I'm using pandas.DataFrame
to store 3 hours of sensor data sampled at the second interval. So each second, I'm adding a row and dropping rows older than 3 hours.
Currently, I'm doing it very inefficiently:
record = pd.DataFrame.from_records([record], index='Date')
if self.data.empty:
#logger.debug('Creating data log')
self.data = record
else:
#logger.debug('Appending new record')
self.data = self.data.append(record)
start = now - self.keepInMemory
self.data = self.data[self.data.index > start]
Namely, a new DataFrame is created, then it is appended, and then old records are removed. It is slow, inefficient, and certainly does a lot of memory reallocation.
What I'm looking for is:
- Pre-allocated DataFrame
- Remove old records (without reallocation)
- Add new record
What is the most Panda-ish way to accomplish that?
Thank you.
P.s. The only relevant question on SO I managed to find was: deque in python pandas but it didn't help.
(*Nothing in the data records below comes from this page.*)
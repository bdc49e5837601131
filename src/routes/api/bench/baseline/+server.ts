import { json } from '@sveltejs/kit';
import type { RequestHandler } from './$types';

/**
 * The bare JSON route `npm run bench` measures the job board API against: the same server, hooks
 * and session handling, and no work of its own, so the ratios show what the board itself costs.
 */
export const GET: RequestHandler = () => json({ ok: true });
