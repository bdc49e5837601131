import { requireRole } from '$lib/server/http/guards';
import { searchUsers, USERS_PAGE_SIZE } from '$lib/server/people/admin-users';
import { userQuerySchema } from '$lib/forms/admin';
import type { PageServerLoad } from './$types';

export const load: PageServerLoad = async ({ url }) => {
	requireRole('admin');
	const query = userQuerySchema.parse(Object.fromEntries(url.searchParams));
	const found = await searchUsers(query);
	return {
		query,
		...found,
		pageCount: Math.max(1, Math.ceil(found.total / USERS_PAGE_SIZE))
	};
};
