import { error, json } from '@sveltejs/kit';
import { env } from '$env/dynamic/private';
import type { RequestHandler } from './$types';

/**
 * The bare JSON route `npm run bench` measures the job board API against: the same server, hooks
 * and session handling, and no work of its own, so the ratios show what the board itself costs.
 * Served only when the benchmark starts the app (it sets TAPLINE_BENCH=on); elsewhere it is a 404.
 */
export const GET: RequestHandler = () => {
	if (env.TAPLINE_BENCH !== 'on') error(404, 'Not found');
	return json({ ok: true });
};
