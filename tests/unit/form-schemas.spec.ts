/**
 * A generated matrix over every form schema: each field that takes free text must refuse a NUL
 * character (PostgreSQL cannot store one, so it would otherwise end in a 500), and each date
 * field must refuse a day that does not exist. New schemas and fields join the matrix by being
 * exported from these modules.
 */
import { describe, expect, it } from 'vitest';
import { z } from 'zod';
import * as accountForms from '$lib/forms/account';
import * as authForms from '$lib/forms/auth';
import { NUL_MESSAGE } from '$lib/forms/fields';
import * as fitNoteForms from '$lib/forms/fit-note';
import * as fitReportForms from '$lib/forms/fit-report';
import * as jobForms from '$lib/forms/job';
import * as threadForms from '$lib/forms/thread';
import * as vettingForms from '$lib/forms/vetting';
import * as jobRequest from '$lib/scope/request';
import * as quoteForms from '../../src/routes/(installer)/installer/jobs/[id=uuid]/quote-form';

const MODULES = {
	accountForms,
	authForms,
	fitNoteForms,
	fitReportForms,
	jobForms,
	threadForms,
	vettingForms,
	jobRequest,
	quoteForms
};

const schemas = Object.entries(MODULES).flatMap(([module, exports]) =>
	Object.entries(exports)
		.filter((entry): entry is [string, z.ZodObject] => entry[1] instanceof z.ZodObject)
		.map(([name, schema]) => ({ name: `${module}.${name}`, schema }))
);

/** Issues a value for one field raises at that field, the other fields left out. */
function issuesAt(schema: z.ZodObject, key: string, value: unknown) {
	const result = schema.safeParse({ [key]: value });
	return (result.error?.issues ?? []).filter((i) => i.path[0] === key);
}

// Plain text within every field's length limits; the same with a NUL in the middle.
const PLAIN = 'Plain text 123';
const WITH_NUL = 'Plain te\u0000t 123';

const textFields = schemas.flatMap(({ name, schema }) =>
	Object.keys(schema.shape).flatMap((key) =>
		[PLAIN, [PLAIN]]
			.filter((probe) => issuesAt(schema, key, probe).length === 0)
			.map((probe) => ({
				field: `${name}.${key}`,
				schema,
				key,
				withNul: Array.isArray(probe) ? [WITH_NUL] : WITH_NUL
			}))
	)
);

describe('every free-text field refuses NUL characters', () => {
	it('finds the schemas and their text fields', () => {
		expect(schemas.length).toBeGreaterThanOrEqual(14);
		expect(textFields.map((f) => f.field)).toEqual(
			expect.arrayContaining([
				'authForms.signUpSchema.displayName',
				'authForms.signInSchema.redirectTo',
				'jobForms.placeStepSchema.addressLine',
				'jobRequest.jobRequestSchema.model',
				'vettingForms.decisionSchema.message',
				'threadForms.threadMessageSchema.body',
				'quoteForms.quoteFormSchema.message',
				'fitNoteForms.fitNoteSchema.pitfalls',
				'fitNoteForms.fitNoteMarkSchema.comment',
				'fitReportForms.fitReportSchema.groundPoint',
				'fitReportForms.fitReportRearSchema.rearDemisterReason'
			])
		);
	});

	it.each(textFields)('$field', ({ schema, key, withNul }) => {
		expect(issuesAt(schema, key, withNul).map((i) => i.message)).toContain(NUL_MESSAGE);
	});
});

describe('date fields refuse days that do not exist', () => {
	// 2026 is not a leap year; April has 30 days (Gregorian calendar).
	const impossible = ['2026-02-29', '2026-02-30', '2026-04-31', '2026-13-01', '2026-00-10'];
	const dateFields = [
		{ field: 'placeStepSchema.date1', schema: jobForms.placeStepSchema, key: 'date1' },
		{ field: 'blockedDateSchema.day', schema: vettingForms.blockedDateSchema, key: 'day' },
		{ field: 'insuranceSchema.expiresOn', schema: vettingForms.insuranceSchema, key: 'expiresOn' },
		{ field: 'quoteFormSchema.expiresOn', schema: quoteForms.quoteFormSchema, key: 'expiresOn' },
		{ field: 'quoteFormSchema.slotDate', schema: quoteForms.quoteFormSchema, key: 'slotDate' }
	];

	it.each(dateFields)('$field', ({ schema, key }) => {
		for (const day of impossible) {
			const value = key === 'slotDate' ? [day] : day;
			expect({ day, issues: issuesAt(schema, key, value).length > 0 }).toEqual({
				day,
				issues: true
			});
		}
		// A real day is not refused as a date (29 February 2028 exists).
		const real = key === 'slotDate' ? ['2028-02-29'] : '2028-02-29';
		expect(issuesAt(schema, key, real).map((i) => i.message)).not.toContain(
			'Choose a date that exists on the calendar'
		);
	});
});
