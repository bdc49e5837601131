import { error } from '@sveltejs/kit';
import { z } from 'zod';
import { bestFitFormula, priceReferenceCents } from '$lib/ranking';
import { getLiveBookingForJob, lapseExpiredHolds } from '$lib/server/bookings';
import { requireRole } from '$lib/server/guards';
import { getOwnedJob } from '$lib/server/jobs';
import { requestEmailDelivery } from '$lib/server/queue';
import { listAskingInstallers, listQuotesForOwner } from '$lib/server/quotes';
import { COMPARISON_SORTS, compareQuotes, type ComparisonSort } from './comparison';
import type { PageServerLoad } from './$types';

const sortSchema = z.object({
	sort: z
		.enum(Object.keys(COMPARISON_SORTS) as [ComparisonSort, ...ComparisonSort[]])
		.catch('best'),
	dir: z.enum(['asc', 'desc']).optional().catch(undefined)
});
// Bigger is better for these, so they start highest first.
const DESCENDING_FIRST: readonly ComparisonSort[] = ['rating', 'fits', 'warranty', 'expiry'];

export const load: PageServerLoad = async ({ params, url }) => {
	const owner = requireRole('owner');
	// A hold that ran out is lapsed on sight, so the owner never sees a stale "booked".
	await requestEmailDelivery(await lapseExpiredHolds({ jobId: params.id }));
	const job = await getOwnedJob(params.id, owner.id);
	if (!job) error(404, 'There is no such job among yours.');
	const { sort, dir: asked } = sortSchema.parse(Object.fromEntries(url.searchParams));
	const dir = asked ?? (DESCENDING_FIRST.includes(sort) ? 'desc' : 'asc');
	const reference = priceReferenceCents({
		lowCents: job.priceLowCents,
		highCents: job.priceHighCents
	});
	const [quotes, asking, booking] = await Promise.all([
		listQuotesForOwner(job.id, owner.id),
		listAskingInstallers(job.id),
		getLiveBookingForJob(job.id)
	]);
	return {
		job: { id: job.id, title: job.title ?? 'Your job', status: job.status, timeZone: job.timeZone },
		rows: compareQuotes(quotes ?? [], sort, dir, reference),
		asking,
		booking,
		sort,
		dir,
		formula: bestFitFormula(reference)
	};
};
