// EXIF time and GPS position of photos (formats/exif.h) against exiftool
// (Debian's libimage-exiftool-perl), which the project did not write.
// Source: exiftool output. The JPEGs are made at test time in a temporary
// folder: the picture by Pillow (Debian's python3-pil), the EXIF tags written
// by exiftool; every expected value is what `exiftool -n` prints for the file
// (its Composite:GPSLatitude/GPSLongitude/GPSAltitude carry the sign of the
// hemisphere and altitude references).
#include <gtest/gtest.h>

#include <cstdio>
#include <cstdlib>
#include <filesystem>
#include <fstream>
#include <memory>
#include <sstream>
#include <string>

#include "formats/exif.h"
#include "formats/image.h"

using namespace cairn::formats;
namespace fs = std::filesystem;

namespace {

std::string run(const std::string& cmd) {
  std::unique_ptr<FILE, int (*)(FILE*)> p(popen((cmd + " 2>/dev/null").c_str(), "r"), pclose);
  std::string out;
  char buf[256];
  while (p && fgets(buf, sizeof buf, p.get())) out += buf;
  while (!out.empty() && (out.back() == '\n' || out.back() == ' ')) out.pop_back();
  return out;
}

std::string slurp(const fs::path& f) {
  std::ifstream in(f, std::ios::binary);
  std::stringstream s;
  s << in.rdbuf();
  return s.str();
}

class Exif : public ::testing::Test {
 protected:
  void SetUp() override {
    if (run("command -v exiftool").empty()) GTEST_SKIP() << "exiftool missing (scripts/install-deps.sh --test)";
    dir_ = fs::temp_directory_path() / ("cairn-exif-" + std::to_string(::getpid()));
    fs::create_directories(dir_);
  }
  void TearDown() override {
    std::error_code ec;
    fs::remove_all(dir_, ec);
  }
  // A 32x24 JPEG made by Pillow, with TAGS written by exiftool (exiftool arguments).
  fs::path photo(const std::string& name, const std::string& tags) {
    const fs::path f = dir_ / name;
    const std::string py = "/usr/bin/python3 -c \"from PIL import Image; Image.new('RGB',(32,24),(120,90,60)).save('" +
                           f.string() + "', quality=80)\"";
    EXPECT_EQ(std::system(py.c_str()), 0);
    if (!tags.empty()) {
      EXPECT_EQ(std::system(("exiftool -q -overwrite_original " + tags + " '" + f.string() + "'").c_str()), 0);
    }
    return f;
  }
  std::string tool(const fs::path& f, const std::string& tag) {
    return run("exiftool -n -s3 -" + tag + " '" + f.string() + "'");
  }
  fs::path dir_;
};

TEST_F(Exif, TimeAndPositionAsExiftoolReadsThem) {
  const fs::path f = photo("a.jpg",
                           "'-DateTimeOriginal=2026:07:14 10:32:05' -SubSecTimeOriginal=25 -OffsetTimeOriginal=+02:00 "
                           "-GPSLatitude=12.5 -GPSLatitudeRef=S -GPSLongitude=70.254321 -GPSLongitudeRef=W "
                           "-GPSAltitude=123.5 '-GPSAltitudeRef#=1'");
  const auto r = read_exif(slurp(f), "a.jpg");
  ASSERT_TRUE(r.ok()) << r.error();
  // exiftool: DateTimeOriginal "2026:07:14 10:32:05", SubSecTimeOriginal 25, OffsetTimeOriginal +02:00.
  EXPECT_EQ(tool(f, "DateTimeOriginal"), "2026:07:14 10:32:05");
  EXPECT_EQ(r->time, "2026-07-14T10:32:05.25+02:00");
  ASSERT_TRUE(r->lat && r->lon && r->altitude);
  EXPECT_NEAR(*r->lat, std::stod(tool(f, "Composite:GPSLatitude")), 1e-9);
  EXPECT_NEAR(*r->lon, std::stod(tool(f, "Composite:GPSLongitude")), 1e-9);
  EXPECT_NEAR(*r->altitude, std::stod(tool(f, "Composite:GPSAltitude")), 1e-9);
  EXPECT_LT(*r->lat, 0);
  EXPECT_LT(*r->altitude, 0);
  EXPECT_TRUE(r->notes.empty());
}

TEST_F(Exif, NorthEastWithoutOffsetOrAltitude) {
  const fs::path f = photo("b.jpg",
                           "'-DateTimeOriginal=2026:02:28 23:59:59' -GPSLatitude=46.5123456 -GPSLatitudeRef=N "
                           "-GPSLongitude=14.25 -GPSLongitudeRef=E");
  const auto r = read_exif(slurp(f), "b.jpg");
  ASSERT_TRUE(r.ok()) << r.error();
  EXPECT_EQ(r->time, "2026-02-28T23:59:59");
  ASSERT_TRUE(r->lat && r->lon);
  EXPECT_NEAR(*r->lat, std::stod(tool(f, "Composite:GPSLatitude")), 1e-9);
  EXPECT_NEAR(*r->lon, std::stod(tool(f, "Composite:GPSLongitude")), 1e-9);
  EXPECT_FALSE(r->altitude);
}

TEST_F(Exif, SixtySecondsAsExiftoolRoundsThem) {
  // exiftool writes 61.3 degrees as 61 17 60 (seconds rounded up) and reads it as 61.3.
  const fs::path f = photo("s.jpg", "-GPSLatitude=61.3 -GPSLatitudeRef=N -GPSLongitude=135.6 -GPSLongitudeRef=W");
  const auto r = read_exif(slurp(f), "s.jpg");
  ASSERT_TRUE(r.ok()) << r.error();
  ASSERT_TRUE(r->lat && r->lon) << (r->notes.empty() ? "" : r->notes[0]);
  EXPECT_NEAR(*r->lat, std::stod(tool(f, "Composite:GPSLatitude")), 1e-9);
  EXPECT_NEAR(*r->lon, std::stod(tool(f, "Composite:GPSLongitude")), 1e-9);
}

TEST_F(Exif, NoExifIsEmptyNotAnError) {
  const fs::path f = photo("plain.jpg", "");
  EXPECT_EQ(tool(f, "DateTimeOriginal"), "");
  const auto r = read_exif(slurp(f), "plain.jpg");
  ASSERT_TRUE(r.ok()) << r.error();
  EXPECT_EQ(r->time, "");
  EXPECT_FALSE(r->lat);
}

TEST_F(Exif, ImpossibleDateIsANoteNotATime) {
  // exiftool writes what it is told in the raw (#) form; 2026 has no 30 February.
  const fs::path f = photo("c.jpg", "'-DateTimeOriginal#=2026:02:30 10:00:00'");
  EXPECT_EQ(tool(f, "DateTimeOriginal"), "2026:02:30 10:00:00");
  const auto r = read_exif(slurp(f), "c.jpg");
  ASSERT_TRUE(r.ok()) << r.error();
  EXPECT_EQ(r->time, "");
  ASSERT_EQ(r->notes.size(), 1u);
  EXPECT_NE(r->notes[0].find("DateTimeOriginal"), std::string::npos);
}

TEST_F(Exif, ZeroDenominatorDropsThePosition) {
  const fs::path f = photo("d.jpg", "-GPSLatitude=12.5 -GPSLatitudeRef=N -GPSLongitude=1 -GPSLongitudeRef=E");
  std::string bytes = slurp(f);
  ASSERT_EQ(tool(f, "ExifByteOrder"), "MM");
  // exiftool stores 12.5 degrees as 12/1 30/1 0/1 (big-endian); zero the minutes' denominator.
  const std::string triple("\0\0\0\x0c\0\0\0\x01\0\0\0\x1e\0\0\0\x01", 16);
  const auto at = bytes.find(triple);
  ASSERT_NE(at, std::string::npos);
  bytes[at + 15] = 0;
  const auto r = read_exif(bytes, "d.jpg");
  ASSERT_TRUE(r.ok()) << r.error();
  EXPECT_FALSE(r->lat);
  EXPECT_FALSE(r->lon);
  bool named = false;
  for (const auto& n : r->notes) named = named || n.find("zero denominator") != std::string::npos;
  EXPECT_TRUE(named);
}

TEST_F(Exif, MissingReferenceIsNotGuessed) {
  const fs::path f = photo("e.jpg", "-GPSLatitude=12.5 -GPSLongitude=1 -GPSLongitudeRef=E");
  EXPECT_EQ(tool(f, "GPSLatitudeRef"), "");
  const auto r = read_exif(slurp(f), "e.jpg");
  ASSERT_TRUE(r.ok()) << r.error();
  EXPECT_FALSE(r->lat);
}

TEST_F(Exif, NotAJpegOrTooLargeIsRefused) {
  const fs::path png = dir_ / "p.png";
  ASSERT_EQ(
      std::system(("/usr/bin/python3 -c \"from PIL import Image; Image.new('RGB',(4,4)).save('" + png.string() + "')\"")
                      .c_str()),
      0);
  const auto r = read_exif(slurp(png), "p.png");
  ASSERT_FALSE(r.ok());
  EXPECT_NE(r.error().find("p.png: not a JPEG"), std::string::npos);
  std::string huge(kMaxPhotoBytes + 1, '\0');
  huge[0] = '\xFF', huge[1] = '\xD8', huge[2] = '\xFF';
  EXPECT_FALSE(read_exif(huge, "huge.jpg").ok());
}

TEST_F(Exif, EveryTruncationIsReadWithoutCrashing) {
  const fs::path f = photo("t.jpg",
                           "'-DateTimeOriginal=2026:07:14 10:32:05' -GPSLatitude=12.5 -GPSLatitudeRef=S "
                           "-GPSLongitude=70.25 -GPSLongitudeRef=W");
  const std::string bytes = slurp(f);
  size_t with_time = 0;
  for (size_t n = 0; n <= bytes.size(); ++n) {
    const auto r = read_exif(std::string_view(bytes).substr(0, n), "t.jpg");
    if (r.ok() && !r->time.empty()) ++with_time;
  }
  EXPECT_GT(with_time, 0u);  // the whole file at least
}

// Thumbnails (formats/image.h): Pillow's picture size, and the scaled size worked
// by hand (800 x 600 to a longer side of 256: 256 x 192).
TEST_F(Exif, ThumbnailDecodedAndScaled) {
  const fs::path f = dir_ / "big.jpg";
  ASSERT_EQ(std::system(("/usr/bin/python3 -c \"from PIL import Image; Image.new('RGB',(800,600),(200,40,40)).save('" +
                         f.string() + "', quality=90)\"")
                            .c_str()),
            0);
  const auto pic = decode_jpeg(slurp(f), "big.jpg");
  ASSERT_TRUE(pic.ok()) << pic.error();
  EXPECT_EQ(pic->width, 800);
  EXPECT_EQ(pic->height, 600);
  const Picture t = scale_to_fit(*pic, 256);
  EXPECT_EQ(t.width, 256);
  EXPECT_EQ(t.height, 192);
  EXPECT_NEAR(t.rgb[0], 200, 6);  // Pillow's red survives JPEG and scaling within a few levels
  const fs::path out = dir_ / "thumb.jpg";
  std::ofstream(out, std::ios::binary) << encode_jpeg(t);
  EXPECT_EQ(tool(out, "ImageSize"), "256 192");
  EXPECT_FALSE(decode_jpeg("not a jpeg", "x.jpg").ok());
  std::string truncated = slurp(f).substr(0, 40);
  EXPECT_FALSE(decode_jpeg(truncated, "t.jpg").ok());
}

TEST_F(Exif, WrittenExifReadsBackInExiftool) {
  Picture p;
  p.width = 16, p.height = 12;
  p.rgb.assign(16 * 12 * 3, 128);
  const auto jpeg = write_exif_jpeg(encode_jpeg(p), {"2026-07-14T09:05:30", -33.25, -70.5, 2150.25});
  ASSERT_TRUE(jpeg.ok()) << jpeg.error();
  const fs::path f = dir_ / "w.jpg";
  std::ofstream(f, std::ios::binary) << *jpeg;
  EXPECT_EQ(tool(f, "DateTimeOriginal"), "2026:07:14 09:05:30");
  EXPECT_NEAR(std::stod(tool(f, "Composite:GPSLatitude")), -33.25, 1e-6);
  EXPECT_NEAR(std::stod(tool(f, "Composite:GPSLongitude")), -70.5, 1e-6);
  EXPECT_NEAR(std::stod(tool(f, "Composite:GPSAltitude")), 2150.25, 1e-6);
  EXPECT_EQ(tool(f, "ImageWidth"), "16");
  EXPECT_FALSE(write_exif_jpeg(encode_jpeg(p), {"2026-07-14", {}, {}, {}}).ok());
}

}  // namespace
Update: Using DataFrame and not deque is a requirement, since other modules use self.data
as a service for computing generic conditions, e.g. ('is std() of last 15 minutes differs from this of the first' and similar). To stress, it's not just for recording data, it's for providing ability to for other modules to compute various generic conditions efficiently and conveniently.
I suspect there might be a clever play with indices (e.g. data.index = np.roll(data.index,1))
and then replacing the last row inplace, but until now I could not figure out how to do that efficiently. New record has the same format as the rest, so it should be possible.